> Exercise objective: Using the listing below, select the lines with the word "void" and copy them.

> Data supplied:
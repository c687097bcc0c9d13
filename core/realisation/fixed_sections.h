#pragma once

#include "core/realisation/section_coefficients.h"

#include <span>
#include <string>
#include <vector>

namespace cornerwright {

/// Sections with integer coefficients, and sentences on how the gain was spread.
struct FixedSections {
    std::vector<DiscreteSection> sections;
    std::vector<std::string> notes;
};

/// Rounds the sections to signed Q numbers (nearest, ties away from zero). Every section has the
/// smallest shift with which its coefficients fit into the word and its sums of products into twice
/// the word. The gain is spread in powers of two so that no stored state overflows for a full-scale
/// input (size 1.0), by L1 bounds, and no signal is amplified on the way by more than a quarter of
/// the fraction bits; what then remains of the gain stands in a last section that holds a power of
/// two. A pole or zero at z = 1 stays there exactly. Throws InputError where the word cannot hold a
/// coefficient with any shift, or all of a section's numerator rounds to 0.
FixedSections fixed_sections(std::span<const SectionCoefficients> sections,
                             const Realisation& realisation);

/// Largest value of the format: 2^(word_bits - 1 - fraction_bits).
double range_of(const NumberFormat& format);

} // namespace cornerwright
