#include "core/realisation/fixed_sections.h"
#include "core/realisation/node_bounds.h"
#include "core/realisation/precision.h"
#include "core/realisation/quadratic.h"
#include "core/realisation/section_coefficients.h"
#include "core/realisation/section_equivalent.h"

#include <algorithm>
#include <cmath>
#include <limits>
#include <numbers>

namespace cornerwright {
namespace {

Complex polynomial(const std::array<double, 3>& c, std::size_t order, Complex d) {
    Complex value = c[0];
    for (std::size_t i = 1; i <= order; ++i)
        value = value * d + c[i];
    return value;
}

/// Angles in (0, pi] on which the response of every section is looked at: an even logarithmic grid,
/// and a fine one around each pole, whose peak is as wide as the pole is deep.
std::vector<double> angles_for(const DifferenceEquation& equation) {
    constexpr int per_decade = 40;
    constexpr int decades = 7;
    constexpr int around_pole = 8;
    std::vector<double> angles;
    for (int i = 0; i <= per_decade * decades; ++i)
        angles.push_back(std::numbers::pi * std::pow(10.0, -static_cast<double>(i) / per_decade));
    for (const Complex& pole : roots_in_z_minus_1(equation).poles) {
        const double angle = std::abs(std::arg(1.0 + pole));
        const double depth = std::abs(1.0 - std::abs(1.0 + pole));
        for (int i = -around_pole; i <= around_pole; ++i) {
            const double near = angle + depth * static_cast<double>(i) / around_pole;
            if (near > 0.0 && near <= std::numbers::pi)
                angles.push_back(near);
        }
    }
    return angles;
}

/// Largest size over the grid of output and stored states of every section, infinite behind an
/// integrator.
std::vector<NodeBounds> l_infinity_bounds(const DifferenceEquation& equation) {
    const Structure structure = equation.realisation.structure;
    std::vector<NodeBounds> bounds(equation.sections.size());
    for (const double angle : angles_for(equation)) {
        const Complex d = complex_expm1(Complex(0.0, angle));
        Complex input = 1.0;
        for (std::size_t i = 0; i < bounds.size(); ++i) {
            const DiscreteSection& section = equation.sections[i];
            const std::size_t order = order_of(section, structure);
            const Complex transfer =
                polynomial(section.beta, order, d) / polynomial(section.alpha, order, d);
            bounds[i].output = std::max(bounds[i].output, std::abs(input * transfer));
            if (structure != Structure::direct_form_1) {
                const auto& b = structure == Structure::delta ? section.beta : section.b;
                const auto& a = structure == Structure::delta ? section.alpha : section.a;
                const Complex step = structure == Structure::delta ? d : 1.0 + d;
                const Complex w1 = transfer - b[0]; // y = b0 x + w1
                const Complex w2 = (b[2] - a[2] * transfer) / step;
                bounds[i].states[0] = std::max(bounds[i].states[0], std::abs(input * w1));
                bounds[i].states[1] = std::max(
                    bounds[i].states[1], std::ldexp(std::abs(input * w2), section.delta_shift));
            }
            input *= transfer;
        }
    }
    bool unbounded = false;
    for (std::size_t i = 0; i < bounds.size(); ++i) {
        unbounded = unbounded || has_integrator(equation.sections[i], structure);
        if (unbounded)
            bounds[i].output = std::numeric_limits<double>::infinity();
    }
    return bounds;
}

SignalBound bound_of(std::string signal, double l1, double l_infinity, double range) {
    return {std::move(signal), Figure::of(l1), Figure::of(l_infinity),
            Figure::of(std::log2(range / l1))};
}

} // namespace

std::vector<SignalBound> signal_bounds(const DifferenceEquation& equation) {
    const NumberFormat& format = equation.realisation.number_format;
    if (format.type != NumberFormat::Type::fixed)
        return {};
    const Structure structure = equation.realisation.structure;
    const std::vector<NodeBounds> l1 = l1_bounds(equation.sections, structure);
    const std::vector<NodeBounds> l_infinity = l_infinity_bounds(equation);
    const double range = range_of(format);
    std::vector<SignalBound> result;
    for (std::size_t i = 0; i < l1.size(); ++i) {
        const std::string place = "section " + std::to_string(i + 1) + ", ";
        result.push_back(bound_of(place + "output", l1[i].output, l_infinity[i].output, range));
        if (structure == Structure::direct_form_1)
            continue;
        for (std::size_t state = 0; state < order_of(equation.sections[i], structure); ++state)
            result.push_back(bound_of(place + (state == 0 ? "w1" : "w2"), l1[i].states[state],
                                      std::isinf(l1[i].states[state]) ? l1[i].states[state]
                                                                      : l_infinity[i].states[state],
                                      range));
    }
    return result;
}

} // namespace cornerwright
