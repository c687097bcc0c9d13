#include "core/realisation/bit_true_run.h"

#include "core/realisation/run_plan.h"

#include <algorithm>
#include <array>
#include <cmath>
#include <cstdint>

namespace cornerwright {

struct BitTrueRun::Machine {
    virtual ~Machine() = default;
    virtual double step(double error) = 0;
    virtual void init() = 0;
    virtual void reset(double output) = 0;
    virtual std::vector<double> state() const = 0;
};

namespace {

/// Stored numbers of one section: x', x'', y', y'' in direct form 1, w1 and w2 in the others.
template <class T>
using State = std::array<T, 4>;

template <class T>
struct SectionStep {
    T output{};
    State<T> next{};
};

/// Single or double precision.
template <class T>
class FloatSection {
  public:
    using Signal = T;

    FloatSection(const DiscreteSection& section, const Realisation& realisation)
        : structure_(realisation.structure) {
        std::ranges::transform(running_numerator(section, structure_), b_.begin(),
                               [](double c) { return static_cast<T>(c); });
        std::ranges::transform(running_denominator(section, structure_), a_.begin(),
                               [](double c) { return static_cast<T>(c); });
    }

    SectionStep<T> step(T x, const State<T>& s) const {
        switch (structure_) {
        case Structure::direct_form_1: {
            const T y = b_[0] * x + b_[1] * s[0] + b_[2] * s[1] - a_[1] * s[2] - a_[2] * s[3];
            return {y, {x, s[0], y, s[2]}};
        }
        case Structure::direct_form_2_transposed: {
            const T y = b_[0] * x + s[0];
            return {y, {b_[1] * x - a_[1] * y + s[1], b_[2] * x - a_[2] * y}};
        }
        case Structure::delta:
            break;
        }
        const T y = b_[0] * x + s[0];
        return {y, {s[0] + (b_[1] * x - a_[1] * y + s[1]), s[1] + (b_[2] * x - a_[2] * y)}};
    }

    /// What y' has to be so that direct form 1 has not integrated x.
    T without_increment(T x, T y) const { return y - (b_[0] * x + b_[1] * x); }

    T from_value(double value) const { return static_cast<T>(value); }
    double to_value(T signal) const { return static_cast<double>(signal); }
    T scaled_down(T signal, int exponent) const { return std::ldexp(signal, -exponent); }

  private:
    Structure structure_;
    std::array<T, 3> b_{};
    std::array<T, 3> a_{};
};

/// Words of 16 or 32 bits; the sums of products, at most twice that wide, are held in 64 bits.
class FixedSection {
  public:
    using Signal = std::int64_t;

    FixedSection(const DiscreteSection& section, const Realisation& realisation)
        : structure_(realisation.structure),
          format_(realisation.number_format),
          b_(section.b_integers),
          a_(section.a_integers),
          bits_(format_.fraction_bits - section.shift),
          delta_bits_(bits_ + section.delta_shift),
          one_(std::int64_t{1} << bits_) {}

    SectionStep<Signal> step(Signal x, const State<Signal>& s) const {
        switch (structure_) {
        case Structure::direct_form_1: {
            const Signal y =
                word(b_[0] * x + b_[1] * s[0] + b_[2] * s[1] - a_[1] * s[2] - a_[2] * s[3], bits_);
            return {y, {x, s[0], y, s[2]}};
        }
        case Structure::direct_form_2_transposed: {
            const Signal y = word(b_[0] * x + s[0] * one_, bits_);
            return {y,
                    {word(b_[1] * x - a_[1] * y + s[1] * one_, bits_),
                     word(b_[2] * x - a_[2] * y, bits_)}};
        }
        case Structure::delta:
            break;
        }
        const Signal y = word(b_[0] * x + s[0] * one_, bits_);
        return {y,
                {saturated(s[0] + shifted(b_[1] * x - a_[1] * y + s[1] * one_, delta_bits_)),
                 saturated(s[1] + shifted(b_[2] * x - a_[2] * y, delta_bits_))}};
    }

    Signal without_increment(Signal x, Signal y) const {
        return saturated(y - shifted(b_[0] * x + b_[1] * x, bits_));
    }

    Signal from_value(double value) const {
        return static_cast<Signal>(std::ldexp(held_value(value, format_), format_.fraction_bits));
    }
    double to_value(Signal signal) const {
        return std::ldexp(static_cast<double>(signal), -format_.fraction_bits);
    }
    static Signal scaled_down(Signal signal, int exponent) { return shifted(signal, exponent); }

  private:
    /// Over 2^bits to the nearest integer, ties away from zero.
    static Signal shifted(Signal sum, int bits) {
        if (bits == 0)
            return sum;
        const Signal half = Signal{1} << (bits - 1);
        return sum >= 0 ? (sum + half) >> bits : -((half - sum) >> bits);
    }
    Signal saturated(Signal value) const {
        const Signal top = (Signal{1} << (format_.word_bits - 1)) - 1;
        return std::clamp(value, -top - 1, top);
    }
    Signal word(Signal sum, int bits) const { return saturated(shifted(sum, bits)); }

    Structure structure_;
    NumberFormat format_;
    std::array<std::int64_t, 3> b_;
    std::array<std::int64_t, 3> a_;
    int bits_;
    int delta_bits_;
    Signal one_;
};

template <class SectionType>
class Cascade final : public BitTrueRun::Machine {
  public:
    using Signal = typename SectionType::Signal;

    explicit Cascade(const DifferenceEquation& equation)
        : plan_(run_plan(equation)), structure_(equation.realisation.structure) {
        for (const DiscreteSection& section : equation.sections)
            sections_.emplace_back(section, equation.realisation);
        states_.resize(sections_.size());
        inputs_.resize(sections_.size());
        steps_.resize(sections_.size());
        if (plan_.limits) {
            low_ = sections_.front().from_value(plan_.limits->at_least);
            high_ = sections_.front().from_value(plan_.limits->at_most);
        }
    }

    double step(double error) override {
        Signal signal = sections_.front().from_value(error);
        for (std::size_t i = 0; i < sections_.size(); ++i) {
            inputs_[i] = signal;
            steps_[i] = sections_[i].step(signal, states_[i]);
            signal = steps_[i].output;
        }
        if (plan_.limits)
            signal = limited(signal);
        for (std::size_t i = 0; i < sections_.size(); ++i)
            states_[i] = steps_[i].next;
        return sections_.front().to_value(signal);
    }

    void init() override { std::ranges::fill(states_, State<Signal>{}); }

    void reset(double output) override {
        init();
        if (!plan_.restart_section)
            return;
        Signal held = sections_.front().from_value(output);
        if (plan_.limits)
            held = std::clamp(held, low_, high_);
        const std::size_t section = *plan_.restart_section;
        const std::size_t place = structure_ == Structure::direct_form_1 ? 2 : 0;
        states_[section][place] = sections_[section].scaled_down(held, plan_.restart_exponent);
    }

    std::vector<double> state() const override {
        std::vector<double> values;
        for (const State<Signal>& state : states_)
            for (const Signal& entry : state)
                values.push_back(static_cast<double>(entry));
        return values;
    }

  private:
    Signal limited(Signal output) {
        const bool high = output >= high_;
        const bool low = output <= low_;
        if (high || low)
            for (std::size_t i = 0; i < sections_.size(); ++i)
                if (plan_.sections[i].held_at_limits && drives_outwards(i, high, low))
                    hold(i);
        return std::clamp(output, low_, high_);
    }

    bool drives_outwards(std::size_t i, bool high, bool low) const {
        const bool up = plan_.sections[i].grows_with_input;
        const bool drives_up = up ? inputs_[i] > Signal{} : inputs_[i] < Signal{};
        const bool drives_down = up ? inputs_[i] < Signal{} : inputs_[i] > Signal{};
        return (high && drives_up) || (low && drives_down);
    }

    void hold(std::size_t i) {
        const bool plain = plan_.sections[i].order == 1;
        if (plain && structure_ == Structure::direct_form_1)
            steps_[i].next[2] = sections_[i].without_increment(inputs_[i], steps_[i].output);
        else
            steps_[i].next = states_[i];
    }

    RunPlan plan_;
    Structure structure_;
    std::vector<SectionType> sections_;
    std::vector<State<Signal>> states_;
    std::vector<Signal> inputs_;
    std::vector<SectionStep<Signal>> steps_;
    Signal low_{};
    Signal high_{};
};

std::unique_ptr<BitTrueRun::Machine> make_machine(const DifferenceEquation& equation) {
    switch (equation.realisation.number_format.type) {
    case NumberFormat::Type::float64:
        return std::make_unique<Cascade<FloatSection<double>>>(equation);
    case NumberFormat::Type::float32:
        return std::make_unique<Cascade<FloatSection<float>>>(equation);
    case NumberFormat::Type::fixed:
        break;
    }
    return std::make_unique<Cascade<FixedSection>>(equation);
}

} // namespace

BitTrueRun::BitTrueRun(const DifferenceEquation& equation) : machine_(make_machine(equation)) {}
BitTrueRun::~BitTrueRun() = default;
BitTrueRun::BitTrueRun(BitTrueRun&&) noexcept = default;
BitTrueRun& BitTrueRun::operator=(BitTrueRun&&) noexcept = default;

double BitTrueRun::step(double error) {
    return machine_->step(error);
}
void BitTrueRun::init() {
    machine_->init();
}
void BitTrueRun::reset(double output) {
    machine_->reset(output);
}
std::vector<double> BitTrueRun::state() const {
    return machine_->state();
}

} // namespace cornerwright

> Solution to the problem:
    virtual void init() = 0;
    virtual void reset(double output) = 0;
    void init() override { std::ranges::fill(states_, State<Signal>{}); }
    void reset(double output) override {
    void hold(std::size_t i) {
void BitTrueRun::init() {
void BitTrueRun::reset(double output) {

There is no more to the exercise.